Stored data entries

"""The tank topology base class: positions, units, feedback pair and the ideal-tank formulas.

Convention (Sedra & Smith, *Microelectronic Circuits*, Colpitts section): C1 sits
across the amplifier's output (collector-emitter), C2 across its input
(base-emitter), L from output to input. The feedback fraction is
beta = C1 / C2 and the amplifier needs a gain of at least 1 / beta.

Every formula takes numpy arrays (any broadcastable shapes) in SI units and is
pure. ``values`` is a mapping from position name (the topology's
``positions``, e.g. "C1", "C2", "C3", "L") to an array.

Adding a topology
-----------------
Write one module in ``picker/tank/`` with a subclass of :class:`Topology` that
sets ``name`` (the word a spec's ``topology`` key takes), ``positions`` (every
part position, in the order tables and reports show them), ``capacitors`` (the
capacitors in the series chain the inductor resonates with), ``inductor``,
and ``feedback_pair`` (the capacitors across the amplifier's output and
input), ``typical`` (a tank of about 1.3 MHz for the stage conformance tests);
``trimmer_position`` if a trimmer may sit beside one of its capacitors.
Defining the class registers it (``__init_subclass__``); add one import line
to ``picker/tank/__init__.py`` so the registry sees the module. If the tank is
not "an inductor against a series chain of capacitors", override the formulas
below (:meth:`Topology.l_eff`, :meth:`Topology.c_eff`, :meth:`Topology.frequency`,
:meth:`Topology.inductor_sensitivities`, :attr:`Topology.inductors`,
:meth:`Topology.shunt_targets`, :meth:`Topology.end_capacitance`, :meth:`Topology.beta`,
:meth:`Topology.feedback_bounds`, :meth:`Topology.solvable`,
:meth:`Topology.solve_interval`) and the circuit methods after them
(:meth:`Topology.pi_admittances`, :meth:`Topology.netlist_lines`, …), each
with its source (:mod:`picker.tank.hartley` is the worked example). Then write the
topology's own textbook test file, ``tests/test_<name>.py`` (the formula or a
worked example from a book, as ``tests/test_topology.py`` does for Colpitts
and Clapp). ``tests/test_tank_conformance.py`` runs over every registered
topology (exact search = brute force, sensitivities = finite differences,
frequency = eigenvalues of the LC state matrix of its
:meth:`Topology.netlist_lines`) without any change.
"""

from __future__ import annotations

from collections.abc import Mapping
from typing import Any, ClassVar

import numpy as np

TWO_PI = 2.0 * np.pi

#: Largest coupling coefficient k of two coupled inductors: at k = 1 their inductance
#: matrix is singular.
MAX_COUPLING = 0.99

#: Key of a board's own coupling k in a values mapping (the Monte Carlo's sampled k of a
#: tank with coupled inductors, ``[tank] coupling_tolerance``); absent: the topology's own.
COUPLING = "coupling"

#: Every registered topology by name, filled by :meth:`Topology.__init_subclass__`.
TOPOLOGIES: dict[str, Topology] = {}


def resonant_frequency(l: Any, c_eff: Any) -> Any:
    """Ideal tank frequency f = 1 / (2π √(L·C)) in Hz (Thomson's formula)."""
    return 1.0 / (TWO_PI * np.sqrt(np.asarray(l) * np.asarray(c_eff)))


def spice_name(position: str, letter: str) -> str:
    """The SPICE element name of ``position``'s part: the name itself where it begins with
    the element's letter (``letter``: "C" or "L"), else the letter in front (a plug-in's
    capacitor "Ka" is written "CKa": SPICE reads an element's kind from its first letter,
    and a line "Ka …" would be a coupling; the SPICE3 manual's element conventions)."""
    return position if position[:1].upper() == letter else letter + position


def series_capacitance(*caps: Any) -> Any:
    """Capacitors in series: 1 / Σ(1/Ci)."""
    inv = sum(1.0 / np.asarray(c, dtype=float) for c in caps)
    return 1.0 / inv
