def _recipe(line: Any, number: int) -> dict[str, Any]:
    """A line recipe checked and completed (SI; margin a fraction), or DomainError naming the line."""
    if not isinstance(line, Mapping):
        raise DomainError(f"line {number + 1} must be a dict, not {type(line).__name__}")
    formula = line.get("formula", "number")
    if formula not in FORMULAS:
        raise DomainError(f"line {number + 1}: `formula` must be one of {list(FORMULAS)}, not {formula!r}")
    params = dict(line.get("params", {}))
    label = line.get("label", f"line {number + 1}")
    if not isinstance(label, str):
        raise DomainError(f"line {number + 1}: `label` must be text, not {type(label).__name__}")
    isp = line.get("isp")
    return {
        "label": label,
        "formula": formula,
        "params": {p.key: params.get(p.key, p.default) for p in FORMULAS[formula].parameters},
        "margin": float(line.get("margin", 0.0)),
        "isp": None if isp in (None, 0, 0.0) else float(isp),
    }


def recipes(budget: Budget) -> list[dict[str, Any]]:
    """A budget's lines as recipes: a formula and its parameters where the line came from one."""
    out = []
    for line in budget.lines:
        source = line.source
        formula = source.get("formula") if source.get("formula") in FORMULAS else "number"
        params = dict(source.get("params", {})) if formula != "number" else {"dv": line.dv}
        out.append(
            {
                "label": line.label,
                "formula": formula,
                "params": params,
                "margin": line.margin,
                "isp": None if line.ve is None else _round_si(line.ve / G0),
            }
        )
    return out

§ **WHAT THIS TASK INVOLVES**: Only one stretch of the entries above is wanted: the lines from the one containing "from __future__ import annotations" through the one containing "MAX_COUPLING = 0.99". Please reproduce it exactly.

§ **WRITTEN ANSWER**:
from __future__ import annotations

from collections.abc import Mapping
from typing import Any, ClassVar

import numpy as np

TWO_PI = 2.0 * np.pi

#: Largest coupling coefficient k of two coupled inductors: at k = 1 their inductance
#: matrix is singular.
MAX_COUPLING = 0.99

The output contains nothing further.